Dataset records
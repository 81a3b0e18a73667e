"""The level that a block of samples scatters about, lines notwithstanding.

A sample is noise about the level, or noise about something drawn down from it by
absorption or lifted by emission. Depths and heights follow sums of exponentials of fixed
scales (in units of the noise) whose weights are found by expectation-maximisation for
every candidate level; the most probable level wins. The upper edge of crowded absorption
must fall off as the noise does, which is what places the level where no sample is free of
weak lines.
"""

from __future__ import annotations

from functools import lru_cache
from math import erfc, exp, sqrt

import numpy as np

DOWN = (2.0, 6.0, 20.0, 70.0, 250.0, 1000.0)  # scales of absorption, in sigmas
UP = (8.0, 40.0, 200.0, 1000.0)  # scales of emission, in sigmas
PRIOR = np.array([0.5] + [0.4 / len(DOWN)] * len(DOWN) + [0.1 / len(UP)] * len(UP))
PRIOR_SAMPLES = 10.0
OUTLIER = 1e-6
EMISSION_COST = 0.8  # log odds per independent sample against a spectrum all emission
SAMPLES = 128  # quantiles that stand for a block
ROUNDS = 8
_STEP = 0.005
_EDGE = 10.0


@lru_cache(maxsize=1)
def _densities() -> np.ndarray:
    """Density of each part at x = sinh(u), u on a fine even grid, shape (nodes, parts)."""
    x = np.sinh(np.arange(-_EDGE, _EDGE + _STEP / 2, _STEP))
    columns = [np.exp(-0.5 * np.minimum(x * x, 1400.0)) / sqrt(2.0 * np.pi)]
    columns += [_one_sided(-x, scale) for scale in DOWN]
    columns += [_one_sided(x, scale) for scale in UP]
    return np.stack(columns, axis=1) + OUTLIER


def _one_sided(x, scale: float) -> np.ndarray:
    """Unit Gaussian noise plus a positive exponential deviate of ``scale``: its density."""

    def at(v):
        if v < -12.0:
            return 0.0
        return exp(0.5 / scale**2 - v / scale) * 0.5 * erfc((1.0 / scale - v) / sqrt(2.0)) / scale

    return np.array([at(float(v)) for v in x])


def score_levels(samples, levels, sigma, weight) -> np.ndarray:
    """Log posterior of candidate levels, shape (b, g).

    samples: (b, q) of b blocks; levels: (b, g); sigma: (b,) noise of a sample; weight:
    (b,) independent samples that each of the q stands for.
    """
    table = _densities()
    x = (samples[:, None, :] - levels[:, :, None]) / sigma[:, None, None]
    place = (np.arcsinh(x) + _EDGE) / _STEP
    density = table[np.clip(place, 0, len(table) - 1).astype(np.int32)]
    share = np.broadcast_to(PRIOR, (*levels.shape, len(PRIOR))).copy()
    prior = PRIOR * PRIOR_SAMPLES
    each = weight[:, None, None]
    for _ in range(ROUNDS):
        total = (density @ share[..., None])[..., 0]
        counts = share * (np.swapaxes(density, 2, 3) @ (1.0 / total)[..., None])[..., 0] * each
        share = counts + prior
        share /= share.sum(axis=-1, keepdims=True)
    total = (density @ share[..., None])[..., 0]
    lifted = share[..., -len(UP) :].sum(axis=-1) * weight[:, None] * samples.shape[1]
    fit = (np.log(total) * each).sum(axis=-1) + (np.log(share) * prior).sum(axis=-1)
    return fit - EMISSION_COST * lifted


def block_levels(samples, sigma, weight, together: int = 8, tick=lambda: None):
    """(levels, one sigma), each (b,), of b blocks, ``together`` at a time to stay in cache.

    samples: sorted quantiles of each block, (b, q); sigma: (b,); weight: (b,) as in
    ``score_levels``; tick: called after each lot. First the quantiles themselves are tried, then a fine grid about
    the best.
    """
    parts = []
    for i in range(0, len(samples), together):
        few = slice(i, i + together)
        parts.append(_few_levels(samples[few], sigma[few], weight[few]))
        tick()
    levels, errors = zip(*parts, strict=True)
    return np.concatenate(levels), np.concatenate(errors)


def _few_levels(samples, sigma, weight):
    probe = (np.linspace(0.05, 0.98, 24) * samples.shape[1]).astype(int)
    tried = samples[:, probe]
    best = np.argmax(score_levels(samples, tried, sigma, weight), axis=1)
    rows = np.arange(len(samples))
    low = tried[rows, np.maximum(best - 1, 0)] - 0.5 * sigma
    high = tried[rows, np.minimum(best + 1, tried.shape[1] - 1)] + 0.5 * sigma
    for _ in range(2):
        levels = low[:, None] + np.linspace(0, 1, 13) * (high - low)[:, None]
        score = score_levels(samples, levels, sigma, weight)
        best = np.argmax(score, axis=1)
        step = levels[:, 1] - levels[:, 0]
        middle = levels[rows, best]
        reach = np.maximum(1.5 * step, np.minimum(4 * step, 0.6 * sigma))
        low, high = middle - reach, middle + reach
    near = np.exp(score - score.max(axis=1, keepdims=True))
    near /= near.sum(axis=1, keepdims=True)
    mean = (near * levels).sum(axis=1)
    spread = np.sqrt((near * (levels - mean[:, None]) ** 2).sum(axis=1))
    return mean, np.maximum(spread, sigma / np.sqrt(weight * samples.shape[1]))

*Required work:* What is needed is an exact transcription of every entry above.

*Your solution:*
repository 81a3b0e18a73667e
"""The level that a block of samples scatters about, lines notwithstanding.

A sample is noise about the level, or noise about something drawn down from it by
absorption or lifted by emission. Depths and heights follow sums of exponentials of fixed
scales (in units of the noise) whose weights are found by expectation-maximisation for
every candidate level; the most probable level wins. The upper edge of crowded absorption
must fall off as the noise does, which is what places the level where no sample is free of
weak lines.
"""

from __future__ import annotations

from functools import lru_cache
from math import erfc, exp, sqrt

import numpy as np

DOWN = (2.0, 6.0, 20.0, 70.0, 250.0, 1000.0)  # scales of absorption, in sigmas
UP = (8.0, 40.0, 200.0, 1000.0)  # scales of emission, in sigmas
PRIOR = np.array([0.5] + [0.4 / len(DOWN)] * len(DOWN) + [0.1 / len(UP)] * len(UP))
PRIOR_SAMPLES = 10.0
OUTLIER = 1e-6
EMISSION_COST = 0.8  # log odds per independent sample against a spectrum all emission
SAMPLES = 128  # quantiles that stand for a block
ROUNDS = 8
_STEP = 0.005
_EDGE = 10.0


@lru_cache(maxsize=1)
def _densities() -> np.ndarray:
    """Density of each part at x = sinh(u), u on a fine even grid, shape (nodes, parts)."""
    x = np.sinh(np.arange(-_EDGE, _EDGE + _STEP / 2, _STEP))
    columns = [np.exp(-0.5 * np.minimum(x * x, 1400.0)) / sqrt(2.0 * np.pi)]
    columns += [_one_sided(-x, scale) for scale in DOWN]
    columns += [_one_sided(x, scale) for scale in UP]
    return np.stack(columns, axis=1) + OUTLIER


def _one_sided(x, scale: float) -> np.ndarray:
    """Unit Gaussian noise plus a positive exponential deviate of ``scale``: its density."""

    def at(v):
        if v < -12.0:
            return 0.0
        return exp(0.5 / scale**2 - v / scale) * 0.5 * erfc((1.0 / scale - v) / sqrt(2.0)) / scale

    return np.array([at(float(v)) for v in x])


def score_levels(samples, levels, sigma, weight) -> np.ndarray:
    """Log posterior of candidate levels, shape (b, g).

    samples: (b, q) of b blocks; levels: (b, g); sigma: (b,) noise of a sample; weight:
    (b,) independent samples that each of the q stands for.
    """
    table = _densities()
    x = (samples[:, None, :] - levels[:, :, None]) / sigma[:, None, None]
    place = (np.arcsinh(x) + _EDGE) / _STEP
    density = table[np.clip(place, 0, len(table) - 1).astype(np.int32)]
    share = np.broadcast_to(PRIOR, (*levels.shape, len(PRIOR))).copy()
    prior = PRIOR * PRIOR_SAMPLES
    each = weight[:, None, None]
    for _ in range(ROUNDS):
        total = (density @ share[..., None])[..., 0]
        counts = share * (np.swapaxes(density, 2, 3) @ (1.0 / total)[..., None])[..., 0] * each
        share = counts + prior
        share /= share.sum(axis=-1, keepdims=True)
    total = (density @ share[..., None])[..., 0]
    lifted = share[..., -len(UP) :].sum(axis=-1) * weight[:, None] * samples.shape[1]
    fit = (np.log(total) * each).sum(axis=-1) + (np.log(share) * prior).sum(axis=-1)
    return fit - EMISSION_COST * lifted


def block_levels(samples, sigma, weight, together: int = 8, tick=lambda: None):
    """(levels, one sigma), each (b,), of b blocks, ``together`` at a time to stay in cache.

    samples: sorted quantiles of each block, (b, q); sigma: (b,); weight: (b,) as in
    ``score_levels``; tick: called after each lot. First the quantiles themselves are tried, then a fine grid about
    the best.
    """
    parts = []
    for i in range(0, len(samples), together):
        few = slice(i, i + together)
        parts.append(_few_levels(samples[few], sigma[few], weight[few]))
        tick()
    levels, errors = zip(*parts, strict=True)
    return np.concatenate(levels), np.concatenate(errors)


def _few_levels(samples, sigma, weight):
    probe = (np.linspace(0.05, 0.98, 24) * samples.shape[1]).astype(int)
    tried = samples[:, probe]
    best = np.argmax(score_levels(samples, tried, sigma, weight), axis=1)
    rows = np.arange(len(samples))
    low = tried[rows, np.maximum(best - 1, 0)] - 0.5 * sigma
    high = tried[rows, np.minimum(best + 1, tried.shape[1] - 1)] + 0.5 * sigma
    for _ in range(2):
        levels = low[:, None] + np.linspace(0, 1, 13) * (high - low)[:, None]
        score = score_levels(samples, levels, sigma, weight)
        best = np.argmax(score, axis=1)
        step = levels[:, 1] - levels[:, 0]
        middle = levels[rows, best]
        reach = np.maximum(1.5 * step, np.minimum(4 * step, 0.6 * sigma))
        low, high = middle - reach, middle + reach
    near = np.exp(score - score.max(axis=1, keepdims=True))
    near /= near.sum(axis=1, keepdims=True)
    mean = (near * levels).sum(axis=1)
    spread = np.sqrt((near * (levels - mean[:, None]) ** 2).sum(axis=1))
    return mean, np.maximum(spread, sigma / np.sqrt(weight * samples.shape[1]))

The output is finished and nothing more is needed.